*Task statement*: Scan the lines below for the string "ranges" and copy every one that has it.

----- Dataset

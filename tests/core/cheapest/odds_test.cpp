// SPDX-License-Identifier: GPL-3.0-or-later
// Cheapest odds against the enumeration of every case, and their degenerate ends.
#include <QtTest>

#include "cheapest/odds.h"

#include "core/close.h"
#include "core/enumerated.h"
#include "core/sample_tiers.h"
#include "published/expected_least.h"

#include <numeric>

using namespace rungwright;

namespace
{

struct Answer {
    std::vector<Rung> ladder;
    CheapestOdds odds;
};

Answer answer(const Tier& tier, const ModelSettings& settings)
{
    Answer result;
    result.ladder = sortedLadder(tier.units, askingPrices(tier.units), modelUnits(settings.kind));
    cheapestOdds(result.ladder, tier.units, settings, result.odds);
    return result;
}

std::vector<std::int64_t> pricesOf(const Tier& tier, const std::vector<Rung>& ladder)
{
    std::vector<std::int64_t> prices;
    for (const Rung& rung : ladder)
        prices.push_back(tier.units[rung.unit].asking.minor);
    return prices;
}

/// Compares block by block of equal prices: within one, only the sum has a meaning.
void compareBlocks(const Answer& given, const Enumerated& expected)
{
    std::map<std::int64_t, double> blocks;
    double sum = 0;
    for (std::size_t i = 0; i < given.ladder.size(); ++i) {
        QVERIFY(given.odds.perRung[i] >= 0);
        blocks[given.ladder[i].price.minor] += given.odds.perRung[i];
        sum += given.odds.perRung[i];
    }
    for (const auto& [price, chance] : blocks) {
        const auto there = expected.cheapest.find(price);
        // Against the whole: adding up thousands of cases by hand rounds in the last digits.
        COMPARE_WITHIN(chance, there == expected.cheapest.end() ? 0 : there->second, 1e-12);
    }
    COMPARE_WITHIN(given.odds.none, expected.none, 1e-12);
    COMPARE_WITHIN(sum + given.odds.none, 1, 1e-12);
}

} // namespace

class OddsTest : public QObject
{
    Q_OBJECT

private slots:
    void namesItsModels();
    void perceivedIsAllDraws();
    void remainderIsAllSetsOfThatSize();
    void unitByUnitIsAllSets();
    void onHandIsTheCheapest();
    void fittedShowsThePerceivedSteps();
    void agreesWithListedExamples();
    void addsUpForLargeTiers();
    void infersWhatIsNotSet();
    void saysWhyThereAreNone();
    void isCertainWhereAUnitIs();
    void sharesAmongTies();
    void reusesWhatItIsGiven();
};

void OddsTest::namesItsModels()
{
    QCOMPARE(kModels.size(), 6U);
    for (const ModelKind kind : kModels)
        QVERIFY(modelFromWord(modelWord(kind)) == kind);
    QVERIFY(modelWord(ModelKind::onHand) == "on-hand");
    QVERIFY(!modelFromWord("onHand"));
    QVERIFY(modelUnits(ModelKind::perceived) == Among::onOffer);
    QVERIFY(modelUnits(ModelKind::turnover) == Among::rentable);
    QVERIFY(takesLeft(ModelKind::remainder) && !takesLeft(ModelKind::unit));
}

void OddsTest::perceivedIsAllDraws()
{
    std::mt19937_64 random(31);
    for (int round = 0; round < 60; ++round) {
        TierSpread spread;
        spread.units = 1 + random() % 6;
        spread.grain = round % 2 ? 1 : 1000;
        const Tier tier = randomTier(random, spread);
        for (int n = 1; n <= 6; ++n) {
            const auto given = answer(tier, {ModelKind::perceived, n, {}});
            QCOMPARE(*given.odds.left, n);
            compareBlocks(given, allDraws(pricesOf(tier, given.ladder), n));
        }
    }
}

void OddsTest::remainderIsAllSetsOfThatSize()
{
    std::mt19937_64 random(32);
    for (int round = 0; round < 40; ++round) {
        TierSpread spread;
        spread.units = 2 + random() % 10;
        spread.grain = round % 2 ? 1 : 700;
        spread.mixedStatus = true;
        const Tier tier = randomTier(random, spread);
        const auto rentable = static_cast<int>(std::ranges::count_if(tier.units, &Unit::rentable));
        for (int k = 1; k <= rentable; ++k) {
            const auto given = answer(tier, {ModelKind::remainder, k, {}});
            compareBlocks(given, allSetsOf(pricesOf(tier, given.ladder), k));
        }
    }
}

void OddsTest::unitByUnitIsAllSets()
{
    std::mt19937_64 random(33);
    for (int round = 0; round < 60; ++round) {
        TierSpread spread;
        spread.units = 2 + random() % 11;
        spread.grain = round % 2 ? 1 : 700;
        spread.mixedStatus = true;
        spread.ownChances = true;
        const Tier tier = randomTier(random, spread);
        const auto given = answer(tier, {ModelKind::unit, {}, {}});
        // A unit without a chance of its own takes the tier's share on offer.
        const auto onOffer = static_cast<double>(std::ranges::count_if(tier.units, &Unit::onOffer));
        const auto rentable = static_cast<double>(std::ranges::count_if(tier.units, &Unit::rentable));
        std::vector<double> chances;
        for (const Rung& rung : given.ladder)
            chances.push_back(tier.units[rung.unit].vacancyChance.value_or(onOffer / rentable));
        compareBlocks(given, allSets(pricesOf(tier, given.ladder), chances));
    }
}

void OddsTest::onHandIsTheCheapest()
{
    const auto given = answer(tierOf({300, 100, 200}, 100), {ModelKind::onHand, {}, {}});
    QCOMPARE(given.odds.perRung, (std::vector<double>{1, 0, 0}));
    QCOMPARE(given.odds.none, 0.0);
}

void OddsTest::fittedShowsThePerceivedSteps()
{
    const Tier tier = tierOf({300, 100, 200, 400}, 100);
    QCOMPARE(answer(tier, {ModelKind::fitted, 3, {}}).odds.perRung, answer(tier, {ModelKind::perceived, 3, {}}).odds.perRung);
}

void OddsTest::agreesWithListedExamples()
{
    std::vector<std::int64_t> prices;
    for (const double price : published::kTenPrices)
        prices.push_back(static_cast<std::int64_t>(price));
    const Tier ten = tierOf(prices, 100);
    const auto expected = [](const Answer& given) {
        double sum = 0;
        for (std::size_t i = 0; i < given.ladder.size(); ++i)
            sum += given.odds.perRung[i] * static_cast<double>(given.ladder[i].price.minor);
        return sum;
    };
    for (const auto& row : published::kListedLeast) {
        // 1e-12: the table gives 13 digits.
        COMPARE_CLOSE(expected(answer(ten, {ModelKind::remainder, row.m, {}})), row.withoutReplacement, 1e-12);
        COMPARE_CLOSE(expected(answer(ten, {ModelKind::perceived, row.m, {}})), row.withReplacement, 1e-12);
    }
    const Tier ranks = tierOf({1, 2, 3, 4, 5, 6, 7, 8, 9, 10}, 1);
    COMPARE_CLOSE(expected(answer(ranks, {ModelKind::remainder, 3, {}})), published::kLeastRank3Of10, 1e-14);

    // 6 of 49: none of the 6 drawn is among the 6 lowest when the cheapest is rung 7 or beyond.
    std::vector<std::int64_t> balls(49);
    std::iota(balls.begin(), balls.end(), 1);
    const auto drawn = answer(tierOf(balls, 1), {ModelKind::remainder, 6, {}});
    COMPARE_CLOSE(std::accumulate(drawn.odds.perRung.begin() + 6, drawn.odds.perRung.end(), 0.0), published::kSixOfFortyNine[0], 1e-12);
}

void OddsTest::addsUpForLargeTiers()
{
    std::mt19937_64 random(34);
    TierSpread spread;
    spread.units = 1500;
    spread.mixedStatus = true;
    const Tier tier = randomTier(random, spread);
    for (const ModelKind kind : kModels)
        for (int left : {1, 2, 50, 700, 1500}) {
            const auto given = answer(tier, {kind, left, {}});
            double sum = given.odds.none;
            for (const double w : given.odds.perRung) {
                QVERIFY(w >= 0); // Also false for NaN.
                sum += w;
            }
            COMPARE_WITHIN(sum, 1, 1e-10); // Fifteen hundred roundings.
        }
}

void OddsTest::infersWhatIsNotSet()
{
    Tier tier = tierOf({100, 200, 300, 400, 500, 600}, 100);
    tier.units[0].status = Status::occupied;
    tier.units[1].status = Status::reserved;
    tier.units[2].status = Status::closed;
    QCOMPARE(*answer(tier, {ModelKind::perceived, {}, {}}).odds.left, 3);
    QCOMPARE(*answer(tier, {ModelKind::remainder, {}, {}}).odds.left, 3);
    QCOMPARE(*answer(tier, {ModelKind::remainder, 99, {}}).odds.left, 5); // More than there are counts as all.
    // Two of five rentable units are taken: the load that carries 2 of 5.
    const double load = *answer(tier, {ModelKind::turnover, {}, {}}).odds.load;
    double loss = 1;
    for (int i = 1; i <= 5; ++i)
        loss = load * loss / (i + load * loss);
    COMPARE_CLOSE(load * (1 - loss), 2, 1e-12);
    QCOMPARE(*answer(tier, {ModelKind::turnover, {}, 1.25}).odds.load, 1.25);
}

void OddsTest::saysWhyThereAreNone()
{
    const auto note = [](const Tier& tier, const ModelSettings& settings) {
        const auto given = answer(tier, settings);
        return given.odds.defined() ? std::nullopt : given.odds.note;
    };
    Tier full = tierOf({100, 200}, 100);
    for (Unit& unit : full.units)
        unit.status = Status::occupied;
    QVERIFY(note(full, {ModelKind::perceived, {}, {}}) == OddsNote::nothingOnOffer);
    QVERIFY(note(full, {ModelKind::perceived, 3, {}}) == OddsNote::nothingOnOffer);
    QVERIFY(note(full, {ModelKind::fitted, {}, {}}) == OddsNote::nothingOnOffer);
    QVERIFY(note(full, {ModelKind::onHand, {}, {}}) == OddsNote::nothingOnOffer);
    QVERIFY(note(full, {ModelKind::remainder, {}, {}}) == OddsNote::nothingOnOffer);
    QVERIFY(answer(full, {ModelKind::remainder, 1, {}}).odds.defined()); // Set by the user: what if one were left?
    QVERIFY(note(full, {ModelKind::unit, {}, {}}) == OddsNote::neverFree);
    QVERIFY(note(full, {ModelKind::turnover, {}, {}}) == OddsNote::tierFull);
    QVERIFY(answer(full, {ModelKind::turnover, {}, 3.0}).odds.defined());

    const Tier empty = tierOf({100, 200}, 100);
    QVERIFY(note(empty, {ModelKind::turnover, {}, {}}) == OddsNote::tierEmpty);

    Tier closed = tierOf({100}, 100);
    closed.units[0].status = Status::closed;
    for (const ModelKind kind : {ModelKind::remainder, ModelKind::unit, ModelKind::turnover}) {
        QVERIFY(note(closed, {kind, 2, 2.0}) == OddsNote::nothingRentable);
        QVERIFY(note(Tier{}, {kind, 2, 2.0}) == OddsNote::nothingRentable);
    }
    QVERIFY(note(Tier{}, {ModelKind::perceived, {}, {}}) == OddsNote::nothingOnOffer);

    Tier never = tierOf({100, 200}, 100);
    for (Unit& unit : never.units)
        unit.vacancyChance = 0;
    QVERIFY(note(never, {ModelKind::unit, {}, {}}) == OddsNote::neverFree);
}

void OddsTest::isCertainWhereAUnitIs()
{
    Tier tier = tierOf({100, 200, 300}, 100);
    tier.units[0].vacancyChance = 0;
    tier.units[1].vacancyChance = 1;
    tier.units[2].vacancyChance = 0.5;
    const auto given = answer(tier, {ModelKind::unit, {}, {}});
    QCOMPARE(given.odds.perRung, (std::vector<double>{0, 1, 0}));
    QCOMPARE(given.odds.none, 0.0);
    for (const ModelKind kind : kModels) { // One unit: it is the cheapest, if it is there.
        const auto one = answer(tierOf({100}, 100), {kind, {}, 1.0});
        QCOMPARE(one.odds.perRung.size(), 1U);
        COMPARE_WITHIN(one.odds.perRung[0] + one.odds.none, 1, 1e-15);
    }
}

void OddsTest::sharesAmongTies()
{
    const auto given = answer(tierOf({200, 100, 100, 300, 200, 200}, 100), {ModelKind::perceived, 2, {}});
    const auto shared = sharedAmongTies(given.ladder, given.odds);
    // By hand: (1 - (4/6)^2) / 2, ((4/6)^2 - (1/6)^2) / 3, (1/6)^2.
    COMPARE_CLOSE(shared[0], 20.0 / 36 / 2, 1e-15);
    COMPARE_CLOSE(shared[1], 20.0 / 36 / 2, 1e-15);
    for (std::size_t i : {2U, 3U, 4U})
        COMPARE_CLOSE(shared[i], 15.0 / 36 / 3, 1e-14);
    COMPARE_CLOSE(shared[5], 1.0 / 36, 1e-14);
    QVERIFY(sharedAmongTies({}, CheapestOdds{}).empty());
}

void OddsTest::reusesWhatItIsGiven()
{
    // A second answer into the same odds leaves nothing of the first.
    const Tier tier = tierOf({100, 200, 300}, 100);
    const auto ladder = sortedLadder(tier.units, askingPrices(tier.units), Among::rentable);
    CheapestOdds odds;
    cheapestOdds(ladder, tier.units, {ModelKind::turnover, {}, 2.0}, odds);
    cheapestOdds(ladder, tier.units, {ModelKind::turnover, {}, {}}, odds);
    QVERIFY(!odds.defined() && !odds.load && odds.note == OddsNote::tierEmpty && odds.none == 1);
    cheapestOdds(ladder, tier.units, {ModelKind::perceived, 2, {}}, odds);
    QVERIFY(odds.defined() && !odds.note && odds.left == 2 && odds.none == 0);
}

QTEST_APPLESS_MAIN(OddsTest)
#include "odds_test.moc"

----------

*Written solution*:
        const auto rentable = static_cast<int>(std::ranges::count_if(tier.units, &Unit::rentable));
        const auto onOffer = static_cast<double>(std::ranges::count_if(tier.units, &Unit::onOffer));
        const auto rentable = static_cast<double>(std::ranges::count_if(tier.units, &Unit::rentable));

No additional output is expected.